TO DO -
A line belongs in the answer if it contains "pending"; copy every such line from the entries below.

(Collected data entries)
════════
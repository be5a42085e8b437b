/**
 * The one error vocabulary of the product's commands and queries. Commands (lib/<feature>/
 * commands.ts) throw these; lib/http/errors.ts#describeError turns them into a JSON error or a
 * form's ActionState, the same way for both.
 */

export interface FieldIssue {
  /** `a.b.0`-style path of the field, or "(body)" for the input as a whole. */
  path: string;
  message: string;
}

export abstract class DomainError extends Error {
  abstract readonly code: string;
}

/** Signed out (or the session ended). */
export class Unauthorized extends DomainError {
  readonly code = "unauthorized";
  constructor(message = "Sign in first") {
    super(message);
  }
}

/** The member's role does not allow this. */
export class Forbidden extends DomainError {
  readonly code = "forbidden";
  constructor(message = "Your role does not allow this") {
    super(message);
  }
}

/** No such record in the member's shop (another shop's record is "not found" too). */
export class NotFound extends DomainError {
  readonly code = "not_found";
  constructor(what = "That") {
    super(`${what} was not found`);
  }
}

/**
 * The record changed since the caller read it, or the write clashes with what is stored
 * (a taken SKU, a record still in use). `current` carries the record as it is now, when useful.
 */
export class Conflict<T = unknown> extends DomainError {
  constructor(
    message: string,
    readonly code: string = "conflict",
    readonly current?: T,
    /** The field(s) the clash is about, when one is (a taken SKU: `sku`). */
    readonly issues: FieldIssue[] = [],
  ) {
    super(message);
  }
  /** One field clashes: `Conflict.field("sku", "SKU X is already in the catalog", "duplicate_sku")`. */
  static field(path: string, message: string, code = "conflict"): Conflict<never> {
    return new Conflict<never>(message, code, undefined, [{ path, message }]);
  }
}

/**
 * The record's state does not allow this move now (a status step, an edit of a locked quote).
 * `path` names the field the move was asked through ("status" unless said otherwise).
 */
export class InvalidTransition extends DomainError {
  constructor(
    message: string,
    readonly code: string = "invalid_transition",
    readonly path: string = "status",
  ) {
    super(message);
  }
}

/**
 * The input breaks a rule its schema cannot state (an unknown customer, an empty quote).
 * `current` carries what the caller needs to put it right, when useful (a log the mapping could
 * not place: its columns and the mapping tried).
 */
export class Invalid<T = unknown> extends DomainError {
  constructor(
    message: string,
    readonly issues: FieldIssue[] = [],
    readonly code: string = "invalid_input",
    readonly current?: T,
  ) {
    super(message);
  }
  /** One field is wrong: `Invalid.field("customerId", "That customer is not in this shop")`. */
  static field(path: string, message: string, code = "invalid_input"): Invalid<never> {
    return new Invalid(message, [{ path, message }], code);
  }
}

/** Too many attempts from this address or on this account; try again after `retryAfter` seconds. */
export class RateLimited extends DomainError {
  readonly code = "rate_limited";
  constructor(
    message = "Too many attempts. Wait a moment and try again.",
    readonly retryAfter = 10,
  ) {
    super(message);
  }
}

/** A service we depend on (mail, payments, storage) did not answer; nothing was changed. */
export class Unavailable extends DomainError {
  constructor(
    message: string,
    readonly code: string = "unavailable",
    /** 502 when the other service failed, 503 when we are (briefly) unable ourselves. */
    readonly kind: "upstream" | "self" = "upstream",
  ) {
    super(message);
  }
}
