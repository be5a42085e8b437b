/** The catalog's vocabulary: part categories and their labels. */

export const PART_CATEGORIES = [
  "injector",
  "pump",
  "regulator",
  "line",
  "fitting",
  "filter",
  "sensor",
  "other",
] as const;
export type PartCategory = (typeof PART_CATEGORIES)[number];

export const CATEGORY_LABELS: Record<PartCategory, string> = {
  injector: "Injector",
  pump: "Pump",
  regulator: "Regulator",
  line: "Line / hose",
  fitting: "Fitting",
  filter: "Filter",
  sensor: "Ethanol sensor",
  other: "Other",
};
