"use server";

import { APIError } from "better-auth/api";
import { revalidatePath } from "next/cache";
import { headers } from "next/headers";

import {
  countOwners,
  getMember,
  removeMember,
  setMemberRole,
  updateShopSettings,
} from "@/db/queries/shops";
import { memberAction } from "@/lib/actions/member-action";
import { auth } from "@/lib/auth";
import { PATHS } from "@/lib/cache-tags";
import { Forbidden, NotFound } from "@/lib/domain/errors";
import {
  InviteSchema,
  MemberRemoveSchema,
  MemberRoleSchema,
  ShopSettingsSchema,
} from "@/lib/validations/settings";

export const updateSettingsAction = memberAction(
  "settings:update",
  ShopSettingsSchema,
  async ({ shopName, taxRatePct, labourRate, depositPct, ...rest }, m) => {
    await updateShopSettings(m.shopId, shopName, {
      ...rest,
      taxRateBp: Math.round(taxRatePct * 100),
      labourRateMinor: Math.round(labourRate * 100),
      depositBp: Math.round(depositPct * 100),
      address: rest.address || null,
      phone: rest.phone || null,
    });
    revalidatePath(PATHS.settings);
    return { ok: true, message: "Shop settings saved" };
  },
);

export const inviteMemberAction = memberAction(
  "members:manage",
  InviteSchema,
  async ({ email, role }, m) => {
    try {
      await auth.api.createInvitation({
        body: { email, role, organizationId: m.shopId },
        headers: await headers(),
      });
    } catch (e) {
      if (e instanceof APIError)
        return {
          ok: false,
          message: e.message || "The invitation was refused",
          fieldErrors: { email: [e.message || "Refused"] },
          values: { email, role },
        };
      throw e;
    }
    revalidatePath(PATHS.settings);
    return { ok: true, message: `Invitation sent to ${email}` };
  },
);

async function guardLastOwner(shopId: string, memberId: string) {
  const target = await getMember(shopId, memberId);
  if (!target) throw new NotFound("That member");
  if (target.role === "owner" && (await countOwners(shopId)) <= 1)
    throw new Forbidden("The shop needs at least one owner");
  return target;
}

export const changeRoleAction = memberAction(
  "members:manage",
  MemberRoleSchema,
  async ({ memberId, role }, m) => {
    const target = await guardLastOwner(m.shopId, memberId);
    if (target.role === "owner" && role === "owner") return { ok: true, message: "No change" };
    await setMemberRole(m.shopId, memberId, role);
    revalidatePath(PATHS.settings);
    return { ok: true, message: "Role changed" };
  },
);

export const removeMemberAction = memberAction(
  "members:manage",
  MemberRemoveSchema,
  async ({ memberId }, m) => {
    await guardLastOwner(m.shopId, memberId);
    await removeMember(m.shopId, memberId);
    revalidatePath(PATHS.settings);
    return { ok: true, message: "Member removed" };
  },
);
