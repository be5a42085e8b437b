"use client";

import { useRouter } from "next/navigation";
import { useRef, useState, useTransition } from "react";

import { Button } from "@/components/ui/button";
import { LocalTime } from "@/components/ui/local-time";
import { FormStatus } from "@/components/ui/status";
import { api } from "@/lib/api-client";

const MAX = 1024 * 1024;

/** The shop's logo for its spec sheets and quotes: upload (PNG or JPEG, ≤ 1 MB), replace, remove. */
export function LogoUpload({
  logo,
  canEdit,
}: {
  logo: { width: number; height: number; version: string; uploadedAt: string } | null;
  canEdit: boolean;
}) {
  const router = useRouter();
  const input = useRef<HTMLInputElement>(null);
  const [pending, start] = useTransition();
  const [status, setStatus] = useState<{ ok: boolean; message: string } | null>(null);
  const upload = (file: File | undefined) => {
    if (!file) return;
    if (file.size > MAX)
      return setStatus({ ok: false, message: "The logo is larger than 1 MB; save it smaller" });
    if (!["image/png", "image/jpeg"].includes(file.type))
      return setStatus({ ok: false, message: "The logo must be a PNG or JPEG image" });
    start(async () => {
      setStatus(null);
      const res = await api("PUT", "/api/v1/shop/logo", undefined, {
        body: file,
        headers: { "content-type": file.type },
      });
      setStatus(
        res.ok
          ? { ok: true, message: "Logo saved; it is on new PDFs from now on" }
          : { ok: false, message: res.message },
      );
      if (input.current) input.current.value = "";
      if (res.ok) router.refresh();
    });
  };
  const remove = () => {
    if (!window.confirm("Remove the shop's logo from its PDFs?")) return;
    start(async () => {
      const res = await api("DELETE", "/api/v1/shop/logo");
      setStatus(
        res.ok ? { ok: true, message: "Logo removed" } : { ok: false, message: res.message },
      );
      if (res.ok) router.refresh();
    });
  };
  return (
    <section aria-labelledby="logo-h" className="mt-8 border-t border-ink-100 pt-6">
      <h3 id="logo-h" className="text-lg font-semibold">
        Logo on PDFs
      </h3>
      {logo ? (
        <div className="mt-2 flex items-center gap-4">
          {/* eslint-disable-next-line @next/next/no-img-element -- a private, per-shop image behind the session */}
          <img
            src={`/api/v1/shop/logo?v=${logo.version}`}
            alt="The shop's current logo"
            className="max-h-16 max-w-48 rounded border border-ink-200 bg-white object-contain p-1"
            data-testid="logo-preview"
          />
          <p className="text-sm text-ink-600">
            {logo.width} × {logo.height} px, uploaded{" "}
            <LocalTime value={logo.uploadedAt} kind="date" />
          </p>
        </div>
      ) : (
        <p className="mt-1 text-sm text-ink-600">
          No logo yet: the PDFs show the shop&apos;s name alone.
        </p>
      )}
      {canEdit ? (
        <div className="mt-3 flex flex-wrap items-center gap-3">
          <label className="text-sm font-medium text-ink-800">
            {logo ? "Replace the logo" : "Upload a logo"}{" "}
            <span className="font-normal text-ink-600">(PNG or JPEG, up to 1 MB)</span>
            <input
              ref={input}
              type="file"
              accept="image/png,image/jpeg"
              className="mt-1 block text-sm"
              disabled={pending}
              onChange={(e) => upload(e.target.files?.[0])}
            />
          </label>
          {logo ? (
            <Button type="button" variant="secondary" onClick={remove} disabled={pending}>
              Remove logo
            </Button>
          ) : null}
          {pending ? (
            <span role="status" className="text-sm text-ink-700">
              Uploading…
            </span>
          ) : null}
        </div>
      ) : null}
      <FormStatus ok={status?.ok} message={status?.message} />
    </section>
  );
}
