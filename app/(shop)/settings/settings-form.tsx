"use client";

import { useActionState, useEffect, useRef } from "react";

import { Button } from "@/components/ui/button";
import { Field, SelectField } from "@/components/ui/field";
import { FormStatus } from "@/components/ui/status";
import { initialActionState } from "@/lib/actions/state";
import type { UnitSystem } from "@/lib/calc";
import { GASOLINE } from "@/lib/calc/constants";
import { ETHANOL } from "@/lib/calc/fuel";
import { formatNumber, unitOf } from "@/lib/calc/quantities";
import { PAPER_SIZE_LABELS, PAPER_SIZES } from "@/lib/domain/documents";
import { SETTING_LABELS, SETTING_SECTIONS, type SettingName } from "@/lib/domain/shop-settings";
import { TIME_ZONES } from "@/lib/domain/time-zones";

import { updateSettingsAction } from "./actions";

export function SettingsForm({
  initial,
  readOnly,
  countries,
  units,
}: {
  initial: Record<string, string>;
  readOnly: boolean;
  countries: { code: string; name: string }[];
  /** The viewer's units: BSFC, line drop and densities are shown and typed in them. */
  units: UnitSystem;
}) {
  const [state, action, pending] = useActionState(updateSettingsAction, initialActionState);
  const formRef = useRef<HTMLFormElement>(null);
  // A refused save goes to the first highlighted field, once its message is drawn.
  useEffect(() => {
    if (state.ok || !state.fieldErrors || Object.keys(state.fieldErrors).length === 0) return;
    formRef.current?.querySelector<HTMLElement>('[aria-invalid="true"]')?.focus();
  }, [state]);
  const v = { ...initial, ...state.values };
  const e = state.fieldErrors ?? {};
  /** A number field, labelled from the settings' labels (lib/domain/shop-settings.ts). */
  const num = (name: SettingName, unit: string) => (
    <Field
      key={name}
      label={`${SETTING_LABELS[name].label} (${unit})`}
      name={name}
      inputMode="decimal"
      defaultValue={v[name]}
      error={e[name]}
    />
  );
  /** A fuel property the library knows: its value (in the viewer's units) as the hint. */
  const lib = (name: SettingName, unit: string, library: string) => (
    <Field
      key={name}
      label={`${SETTING_LABELS[name].label} (${unit})`}
      name={name}
      inputMode="decimal"
      defaultValue={v[name]}
      error={e[name]}
      placeholder={library}
      hint={`Library: ${library}`}
    />
  );
  const bsfc = unitOf("bsfc", units);
  const density = unitOf("density", units);
  const libDensity = (kgPerL: number) => formatNumber("density", kgPerL, units);
  return (
    <form ref={formRef} action={action} noValidate className="mt-4" aria-label="Shop defaults">
      {/* The units the figures below are typed in (the page's, not the "Units" being chosen). */}
      <input type="hidden" name="shownUnits" value={units} />
      {/* The duty levels as loaded: a refusal of their order marks the one the person changed. */}
      <input type="hidden" name="loadedDutyCautionPct" value={initial.dutyCautionPct ?? ""} />
      <input type="hidden" name="loadedDutyDangerPct" value={initial.dutyDangerPct ?? ""} />
      <fieldset disabled={readOnly} className="space-y-6">
        <div className="grid gap-4 sm:grid-cols-2">
          <Field
            label={SETTING_LABELS.shopName.label}
            name="shopName"
            defaultValue={v.shopName}
            error={e.shopName}
          />
          <Field
            label={SETTING_LABELS.phone.label}
            name="phone"
            defaultValue={v.phone}
            error={e.phone}
          />
          <Field
            label={SETTING_LABELS.address.label}
            name="address"
            defaultValue={v.address}
            error={e.address}
          />
          <SelectField
            label={SETTING_LABELS.country.label}
            name="country"
            defaultValue={v.country}
            error={e.country}
            hint="Customers' phone numbers without + are read as from here."
          >
            {countries.map((c) => (
              <option key={c.code} value={c.code}>
                {c.name}
              </option>
            ))}
          </SelectField>
          <Field
            label={SETTING_LABELS.currency.label}
            name="currency"
            defaultValue={v.currency}
            error={e.currency}
            hint="Three letters, e.g. USD or EUR."
          />
          {num("taxRatePct", "%")}
          <SelectField
            label={SETTING_LABELS.units.label}
            name="units"
            defaultValue={v.units}
            error={e.units}
          >
            <option value="imperial">Imperial (hp, psi, lb/h, gal)</option>
            <option value="metric">Metric (kW, kPa, cc/min, L)</option>
          </SelectField>
          <SelectField
            label={SETTING_LABELS.paperSize.label}
            name="paperSize"
            defaultValue={v.paperSize}
            error={e.paperSize}
          >
            {PAPER_SIZES.map((p) => (
              <option key={p} value={p}>
                {PAPER_SIZE_LABELS[p]}
              </option>
            ))}
          </SelectField>
          <Field
            label={SETTING_LABELS.timeZone.label}
            name="timeZone"
            defaultValue={v.timeZone}
            error={e.timeZone}
            hint="For dates on quotes, spec sheets and e-mails: a place's zone from the list, e.g. America/Chicago or Europe/Berlin, or UTC."
            list="time-zones"
            autoComplete="off"
          />
          <datalist id="time-zones">
            {TIME_ZONES.map((z) => (
              <option key={z} value={z} />
            ))}
          </datalist>
        </div>
        <fieldset className="grid gap-4 sm:grid-cols-2">
          <legend className="mb-2 font-semibold">{SETTING_SECTIONS.bsfc}</legend>
          {num("bsfcGasolineNa", bsfc)}
          {num("bsfcGasolineBoosted", bsfc)}
          {num("bsfcE85Na", bsfc)}
          {num("bsfcE85Boosted", bsfc)}
        </fieldset>
        <fieldset className="grid gap-4 sm:grid-cols-3">
          <legend className="mb-2 font-semibold">{SETTING_SECTIONS.duty}</legend>
          {num("designDutyPct", "%")}
          {num("dutyCautionPct", "%")}
          {num("dutyDangerPct", "%")}
          {num("minPumpMarginPct", "%")}
          {num("maxLineDropKpa", unitOf("pressureDrop", units))}
        </fieldset>
        <fieldset className="grid gap-4 sm:grid-cols-3">
          <legend className="mb-2 font-semibold">{SETTING_SECTIONS.loss}</legend>
          {num("lossManualPct", "%")}
          {num("lossAutomaticPct", "%")}
          {num("lossAwdPct", "%")}
        </fieldset>
        <fieldset className="grid gap-4 sm:grid-cols-2">
          <legend className="mb-2 font-semibold">{SETTING_SECTIONS.fuel}</legend>
          <p className="text-sm text-ink-600 sm:col-span-2">
            Blank: the calculation library&apos;s value. A build may state its own.
          </p>
          {lib("gasolineDensityKgPerL", density, libDensity(GASOLINE.densityKgPerL))}
          {lib("gasolineStoichAfr", "AFR", GASOLINE.stoichAfr.toFixed(2))}
          {lib("ethanolDensityKgPerL", density, libDensity(ETHANOL.densityKgPerL))}
          {lib("ethanolStoichAfr", "AFR", ETHANOL.stoichAfr.toFixed(2))}
        </fieldset>
        <fieldset className="grid gap-4 sm:grid-cols-3">
          <legend className="mb-2 font-semibold">{SETTING_SECTIONS.quotes}</legend>
          {num("labourRate", `${v.currency || "money"} per hour`)}
          {num("depositPct", "%")}
          {num("quoteValidDays", "days")}
        </fieldset>
        {!readOnly ? (
          <div className="flex items-center gap-4">
            <Button type="submit" disabled={pending}>
              {pending ? "Saving…" : "Save settings"}
            </Button>
            <FormStatus ok={state.ok} message={state.message} />
          </div>
        ) : null}
      </fieldset>
    </form>
  );
}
════════
TASK OUTPUT -
  const [pending, start] = useTransition();
              disabled={pending}
            <Button type="button" variant="secondary" onClick={remove} disabled={pending}>
          {pending ? (
  const [state, action, pending] = useActionState(updateSettingsAction, initialActionState);
            <Button type="submit" disabled={pending}>
              {pending ? "Saving…" : "Save settings"}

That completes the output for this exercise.